# Pops Black Phantom PL



## popswala (Oct 1, 2010)

I picked up a beautiful NZXT Phantom. And enjoying every bit of it. I've been slowing working on her. This is my 1st Intel build but I have tons of AMD builds under my belt. I hope everyone enjoying this as much as I did putting her together.

Parts list subject to change as technology changes.
Plan build parts list:
Mobo:               MSI P55-GD80 - *Have*
CPU:                 Intel I7 870 - *Have*
Memory:           G. Skill Tridents 2000MHz 2x2GB - *Have*
GPU:                 eVGA GTX 275 - *Have*
HDD:                Seagate 1.5TBx1 - *Have*
SSD:                 Mushkin Callisto 60GB Deluxe / OCZ Vertex Turbo 30GB - *Have*
PSU:                 Corsair HX1000 - *Have*

Water Cooling:
Pump:               Corsair D4 Pump - *Have*
CPU Block:        XSPC Raystorm black acetal 1156 - *Have*
Reservoir:          EK 250 basic- *Have*
Radiator:           HWlabs Black Ice GT Stealth 240 Blue - *Have*
Fittings:             Bitspower Black compression's/angled and extensions - *Collecting*
Tubing:              1/2IN x 3/4OD white - *Have*

Air Cooling:
Cpu Cooler: Thermaltake Frio OCK - *Have*

If there's any changes I should make to parts I don't have. Feel free to voice your opinions Or ideas on loop setup. I'm open to all feed back and suggestions.
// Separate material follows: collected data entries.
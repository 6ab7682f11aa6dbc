//! Dated events of one planet: its own history, and what can be read off it.

use super::date_band::LightHistory;
use super::events::{Event, EventKind};
use super::history::History;
use super::planet_past::{BOILING_K, FREEZING_K, PlanetPast};
use super::specification::Body;
use crate::physics::planet::{Caution, OrbitEnd};
use crate::units::constants::SOLAR_RADIUS_AU;

/// Periastron over the giant's radius beyond which its nearness is not worth a date.
const NEAR_WITHIN: f64 = 5.0;

/// Appends every event of a planet.
pub(super) fn push(history: &History, index: usize, events: &mut Vec<Event>) {
    let past = &history.planets()[index];
    let body = Body::Planet(index);
    let light = LightHistory::of(history, past);
    let shown = past.history().events().iter().filter(|event| event.age_yr <= history.shown_until_yr());
    events.extend(shown.map(|event| Event {
        time_yr: event.age_yr,
        body,
        kind: EventKind::Planet(event.kind),
        caution: event.caution,
        band: light.band(event.age_yr, event.kind),
    }));
    let until_yr = past.end().map_or(history.shown_until_yr(), |(time_yr, _)| time_yr);
    let ages: Vec<f64> = history.life().node_ages_yr().iter().copied().filter(|age_yr| *age_yr < until_yr).collect();
    push_lines(history, past, body, &ages, events);
    push_nearest_giant(history, past, body, &ages, events);
}

/// Crossings of freezing and boiling, and the hottest moment, under a greenhouse that the user holds.
fn push_lines(history: &History, past: &PlanetPast, body: Body, ages: &[f64], events: &mut Vec<Event>) {
    let held_k = |age_yr: f64| {
        if past.has_climate_at(age_yr) { None } else { past.held_surface_k(&history.star_at(age_yr)) }
    };
    let caution = Some(Caution::HeldByUser);
    let mut hottest: Option<(f64, f64)> = None;
    let mut before: Option<(f64, f64)> = None;
    for &age_yr in ages {
        let now = held_k(age_yr).map(|surface_k| (age_yr, surface_k));
        if let (Some((from_yr, was_k)), Some((_, is_k))) = (before, now) {
            for (line_k, rises, falls) in [
                (FREEZING_K, EventKind::RisesAboveFreezing, EventKind::FallsBelowFreezing),
                (BOILING_K, EventKind::RisesAboveBoiling, EventKind::FallsBelowBoiling),
            ] {
                let was_above = was_k > line_k;
                if was_above != (is_k > line_k) {
                    let holds = |age_yr| held_k(age_yr).is_some_and(|surface_k| (surface_k > line_k) == was_above);
                    let time_yr = halve(from_yr, age_yr, holds);
                    let kind = if was_above { falls } else { rises };
                    events.push(Event { time_yr, body, kind, caution, band: None });
                }
            }
        }
        if now.is_some_and(|(_, surface_k)| hottest.is_none_or(|(_, most_k)| surface_k > most_k)) {
            hottest = now;
        }
        before = now;
    }
    if let Some((time_yr, _)) = hottest.filter(|_| past.specification().water.is_none()) {
        events.push(Event { time_yr, body, kind: EventKind::HottestSurface, caution, band: None });
    }
}

/// The nearest miss of the giant, for planets that it does not take.
fn push_nearest_giant(history: &History, past: &PlanetPast, body: Body, ages: &[f64], events: &mut Vec<Event>) {
    if past.end().is_some_and(|(_, end)| end != OrbitEnd::Unbound) {
        return;
    }
    let orbit = past.history().orbit();
    let ratio = |age_yr: f64| {
        let star = history.star_at(age_yr);
        let place = orbit.at(age_yr).filter(|_| star.phase.is_giant())?;
        Some(place.semi_major_axis_au * (1.0 - place.eccentricity) / (star.radius_rsun * SOLAR_RADIUS_AU))
    };
    let nearest = ages
        .iter()
        .filter_map(|age_yr| Some((*age_yr, ratio(*age_yr)?)))
        .min_by(|first, second| first.1.total_cmp(&second.1));
    if let Some((time_yr, _)) = nearest.filter(|(_, ratio)| *ratio < NEAR_WITHIN) {
        let caution = past.history().orbit_caution();
        events.push(Event { time_yr, body, kind: EventKind::GiantNearest, caution, band: None });
    }
}

/// The time at which a condition that holds at the start stops holding, by halving.
pub(super) fn halve(mut start_yr: f64, mut end_yr: f64, holds: impl Fn(f64) -> bool) -> f64 {
    for _ in 0..48 {
        let middle_yr = 0.5 * (start_yr + end_yr);
        if holds(middle_yr) { start_yr = middle_yr } else { end_yr = middle_yr }
    }
    end_yr
}
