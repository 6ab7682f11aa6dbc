//! Coefficients of one composition: the polynomials evaluated and the papers' special rules applied.

use super::coefficients::{A, B, ZERO_AGE_LUMINOSITY, ZERO_AGE_RADIUS};
use super::critical_mass::CriticalMasses;

/// Every coefficient of one composition. Indices are the numbers in the papers.
#[derive(Clone, Debug)]
pub(super) struct Coefficients {
    /// Zero-age luminosity.
    pub(super) zero_age_l: [f64; 8],
    /// Zero-age radius.
    pub(super) zero_age_r: [f64; 10],
    /// a1 … a81.
    pub(super) a: [f64; 82],
    /// b1 … b57.
    pub(super) b: [f64; 58],
}

/// α + βζ + γζ² + … by Horner's rule.
fn polynomial(row: &[f64; 6], zeta: f64) -> f64 {
    row.iter().rev().fold(0.0, |sum, term| sum * zeta + term)
}

fn evaluate<const N: usize>(rows: &[[f64; 6]; N], zeta: f64) -> [f64; N] {
    std::array::from_fn(|index| polynomial(&rows[index], zeta))
}

impl Coefficients {
    /// Coefficients at heavy-element mass fraction `z`.
    ///
    /// # Source
    /// Hurley, Pols & Tout 2000, Appendix A, the rules printed between and below the tables.
    pub(super) fn new(z: f64, critical: &CriticalMasses) -> Self {
        let zeta = (z / 0.02).log10();
        let mut a = evaluate(&A, zeta);
        let mut b = evaluate(&B, zeta);
        apply_rules_a(&mut a, z, zeta);
        apply_rules_b(&mut b, z, zeta, critical);
        Self { zero_age_l: evaluate(&ZERO_AGE_LUMINOSITY, zeta), zero_age_r: evaluate(&ZERO_AGE_RADIUS, zeta), a, b }
    }
}

fn apply_rules_a(a: &mut [f64; 82], z: f64, zeta: f64) {
    let sigma = z.log10();
    a[11] *= a[14];
    a[12] *= a[14];
    a[17] = 10.0_f64
        .powf((0.097 - 0.1072 * (sigma + 3.0)).max(0.097_f64.max((0.1461 + 0.1237 * (sigma + 2.0)).min(0.1461))));
    a[18] *= a[20];
    a[19] *= a[20];
    a[29] = a[29].powf(a[32]);
    a[33] = (0.6355 - 0.4192 * zeta).max(1.25_f64.max((1.5135 + 0.3769 * zeta).min(1.4)));
    a[42] = a[42].clamp(1.1, 1.25);
    a[44] = a[44].clamp(0.45, 1.3);
    a[49] = a[49].max(0.145);
    a[50] = a[50].min(0.306 + 0.053 * zeta);
    a[51] = a[51].min(0.3625 + 0.062 * zeta);
    a[52] = a[52].max(0.9);
    a[53] = a[53].max(1.0);
    if z > 0.01 {
        a[52] = a[52].min(1.0);
        a[53] = a[53].min(1.1);
        a[72] = a[72].max(0.95);
    }
    a[57] = a[33];
    a[62] = a[62].max(0.065);
    if z < 0.004 {
        a[63] = a[63].min(0.055);
    }
    a[66] = a[66].max((-0.308 - 1.046 * zeta).min(1.6));
    a[66] = a[66].min(0.8 - 2.0 * zeta).max(0.8);
    a[68] = a[68].clamp(0.9, 1.0);
    a[64] = a[64].clamp(0.091, 0.121);
    if a[68] > a[66] {
        a[64] = a[58] * a[66].powf(a[60]) / (a[59] + a[66].powf(a[61]));
    }
    a[68] = a[68].min(a[66]);
    a[74] = a[74].clamp(1.4, 1.6);
    a[75] = a[75].clamp(1.0, 1.27).max(0.6355 - 0.4192 * zeta);
    a[76] = a[76].max(-0.1015564 - 0.2161264 * zeta - 0.05182516 * zeta * zeta);
    a[77] = (-0.3868776 - 0.5457078 * zeta - 0.1463472 * zeta * zeta).max(a[77].min(0.0));
    a[78] = a[78].min(7.454 + 9.046 * zeta).max(0.0);
    a[79] = a[79].min((-13.3 - 18.6 * zeta).max(2.0));
    a[80] = a[80].max(0.0585542);
    a[81] = a[81].clamp(0.4, 1.5);
}

fn apply_rules_b(b: &mut [f64; 58], z: f64, zeta: f64, critical: &CriticalMasses) {
    let sigma = z.log10();
    let rho = zeta + 1.0;
    b[1] = b[1].min(0.54);
    b[2] = 10.0_f64.powf(-4.6739 - 0.9394 * sigma);
    b[2] = b[2].max(-0.04167 + 55.67 * z).min(0.4771 - 9329.21 * z.powf(2.94));
    b[3] = 10.0_f64.powf((-2.2794 - 1.5175 * sigma - 0.254 * sigma * sigma).max(-0.1451));
    if z > 0.004 {
        b[3] = b[3].max(0.7307 + 14265.1 * z.powf(3.395));
    }
    b[11] *= b[11];
    b[13] *= b[13];
    b[14] = b[14].powf(b[15]);
    b[16] = b[16].powf(b[15]);
    b[17] = if zeta <= -1.0 { 1.0 } else { 1.0 - 0.3880523 * rho.powf(2.862149) };
    b[24] = b[24].powf(b[28]);
    b[26] = 5.0 - 0.09138012 * z.powf(-0.3671407);
    b[27] = b[27].powf(2.0 * b[28]);
    b[31] = b[31].powf(b[33]);
    b[34] = b[34].powf(b[33]);
    b[36] = b[36].powi(4);
    b[37] *= 4.0;
    b[38] = b[38].powi(4);
    b[40] = b[40].max(1.0);
    b[41] = b[41].powf(b[42]);
    b[44] = b[44].powi(5);
    b[45] = if rho <= 0.0 { 1.0 } else { 1.0 - rho * (2.47162 + rho * (-5.401682 + rho * 3.247361)) };
    b[46] *= -(critical.flash_msun / critical.blue_ignition_msun).log10();
    b[47] = rho * (1.127733 + rho * (0.2344416 - rho * 0.3793726));
    b[55] = b[55].min(0.99164 - 743.123 * z.powf(2.83));
    b[50] = b[55] * b[3];
}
Here's a pick of the Mobo I'll be working with.





I picked up 2 200mm NZXT fans to put up top and replaced the included one with case that had blue led's. I modded the fans to have white led's. Sleeved all wires and there controlled by a bulgin push button switch that I modded into a drive bay cover.





I just got in today the NZXT LED sleeved cable kit - White 2m. These are pretty awesome. They have a push button for on/off and a 3 level brightness switch. They sure get the job done. JFYI the 2m is just long enough to around the side where the side panel is and overlap by like an inch.









I got a HW labs black ice 240 blue rad. It goes with the mobo beautifully. I have Bitspower black compression fittings 1/2IN x 3/4OD on the way. I have white tubing waiting to be sized and cut.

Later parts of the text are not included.